Experimental data on thermophysical properties of solvent mixtures such as aqueous deep eutectic solvents (DES) are scattered in scientific publications. It is desirable to integrate thermophysical properties with parameters that describe a DES in a human and machine readable format. On the basis of the Chemical Markup Language (CML), a standardized exchange format for density, viscosity, conductivity, and water activity of solvent mixtures was established and applied to represent published data on choline chloride/glycerol/water mixtures. In total, 300 different data sets served as a basis for data analysis by machine learning. Gradient tree boosting (GB) was used to predict thermophysical properties from the collected parameters, resulting in an excellent correlation between predicted, experimental, and simulation data. The experimental viscosity data was modeled assuming an Arrhenius dependency on temperature and by determining two parameters (eta(0) and E-eta). Integration of experimental and simulation data into a standardized exchange format makes data findable, accessible, interoperable, and reusable and enables machine learning methods. To facilitate data exchange, we recommend researchers publish experimental and simulated data on thermophysical properties as a CML-formatted Supporting Information with an associated digital object identifier (DOI).

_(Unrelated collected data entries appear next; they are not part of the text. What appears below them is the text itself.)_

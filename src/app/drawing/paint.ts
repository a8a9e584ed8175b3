/** Puts a drawing on the paper. The one place that knows svg.js. */
import { type G, SVG, type Svg } from '@svgdotjs/svg.js';
import type { Drawing, Mark, Overlay, PathMark, TextMark } from './marks';
import { TEXT_SIZE } from './marks';

/** Figures sit on their middle: the baseline lies a third of the size lower. */
const BASELINE = 0.35;

interface Drawn<M extends Mark = Mark> {
  readonly node: SVGElement;
  mark: M;
}

/** Marks of one kind in a group of their own; an element that stands is given what has changed, not made anew. */
class Layer<M extends Mark> {
  readonly drawn: Drawn<M>[] = [];

  constructor(
    private readonly make: (mark: M) => SVGElement,
    private readonly change: (node: SVGElement, from: M, to: M) => void,
  ) {}

  draw(marks: readonly M[]): void {
    for (const left of this.drawn.splice(marks.length)) left.node.remove();
    marks.forEach((mark, index) => {
      const former = this.drawn[index];
      if (former) {
        this.change(former.node, former.mark, mark);
        if (former.mark.pick !== mark.pick) pickOf(former.node, mark);
        former.mark = mark;
      } else {
        const node = this.make(mark);
        pickOf(node, mark);
        this.drawn.push({ node, mark });
      }
      const node = this.drawn[index]?.node;
      // Selected and hidden are told anew after every drawing.
      if (node && node.getAttribute('class') !== classOf(mark)) node.setAttribute('class', classOf(mark));
    });
  }
}

/** A sheet with paths below and texts above, and over both what belongs to the selected entry. */
export class Paper {
  private readonly svg: Svg;
  private readonly base: Layers;
  private readonly over: Layers;
  private marked: SVGElement[] = [];
  private hidden: SVGElement[] = [];

  constructor(host: SVGSVGElement) {
    this.svg = SVG(host) as Svg;
    this.base = new Layers(this.svg);
    this.over = new Layers(this.svg);
  }

  draw(drawing: Drawing): void {
    this.svg.size(drawing.width, drawing.height).viewbox(0, 0, drawing.width, drawing.height);
    this.base.draw(drawing.marks);
    this.marked = [];
    this.hidden = [];
  }

  /** Marks everything that belongs to one entry of the chain, and lays over it what is said of it. */
  select(pick: number | null, overlay: Overlay): void {
    this.over.draw(overlay.marks);
    for (const node of this.marked) node.classList.remove('selected');
    for (const node of this.hidden) node.classList.remove('hidden');
    const all = [...this.base.all(), ...this.over.all()];
    this.marked = pick === null ? [] : all.filter(({ mark }) => mark.pick === pick).map(({ node }) => node);
    const hides = new Set(overlay.hides);
    this.hidden = hides.size === 0 ? [] : all.filter(({ mark }) => hides.has(mark)).map(({ node }) => node);
    for (const node of this.marked) node.classList.add('selected');
    for (const node of this.hidden) node.classList.add('hidden');
  }
}

class Layers {
  private readonly paths: Layer<PathMark>;
  private readonly texts: Layer<TextMark>;

  constructor(svg: Svg) {
    this.paths = pathLayer(svg.group());
    this.texts = textLayer(svg.group());
  }

  draw(marks: readonly Mark[]): void {
    this.paths.draw(marks.filter((mark) => mark.kind === 'path'));
    this.texts.draw(marks.filter((mark) => mark.kind === 'text'));
  }

  all(): readonly Drawn[] {
    return [...this.paths.drawn, ...this.texts.drawn];
  }
}

const pathLayer = (group: G): Layer<PathMark> =>
  new Layer(
    (mark) => group.path(mark.d).node,
    (node, from, to) => {
      if (from.d !== to.d) node.setAttribute('d', to.d);
    },
  );

const textLayer = (group: G): Layer<TextMark> =>
  new Layer(
    (mark) => group.plain(mark.text).attr(placeOf(mark)).node,
    (node, from, to) => {
      if (from.text !== to.text) node.textContent = to.text;
      const former: Record<string, unknown> = placeOf(from);
      for (const [name, value] of Object.entries(placeOf(to))) {
        if (former[name] !== value) node.setAttribute(name, String(value));
      }
    },
  );

const placeOf = ({ at, role, anchor }: TextMark) => ({
  x: at.x,
  y: at.y + TEXT_SIZE[role] * BASELINE,
  'text-anchor': anchor,
});

function pickOf(node: SVGElement, { pick }: Mark): void {
  if (pick === undefined) node.removeAttribute('data-pick');
  else node.setAttribute('data-pick', String(pick));
}

const classOf = (mark: Mark): string => (mark.kind === 'path' ? `line-${mark.role}` : `text-${mark.role}`);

机译:关于溶剂混合物的热物理性质如含水深对共晶溶剂(DES)的实验数据分散在科学出版物中。希望将热神经性质与以人和机器可读格式描述DES的参数集成。在化学标记语言(CML)的基础上,建立并施用了溶剂混合物的密度,粘度,导电性和水活性的标准化交换形式,以代表氯化胆碱/甘油/水混合物上的公布数据。总共300种不同的数据集作为机器学习的数据分析的基础。梯度树升压(GB)用于预测来自收集的参数的热神经性质,导致预测,实验和模拟数据之间的优异相关性。假设Arrhenius依赖性对温度的依赖性和通过确定两个参数(ETA(0)和E-ETA)进行建模的实验粘度数据。实验和模拟数据的集成成标准化的交换格式使数据可用,可访问,可互操作性和可重复使用,并启用机器学习方法。为了便于数据交换,我们建议研究人员将实验和模拟数据发布关于热物理特性的实验和模拟数据作为具有相关数字对象标识符(DOI)的CML格式的支持信息。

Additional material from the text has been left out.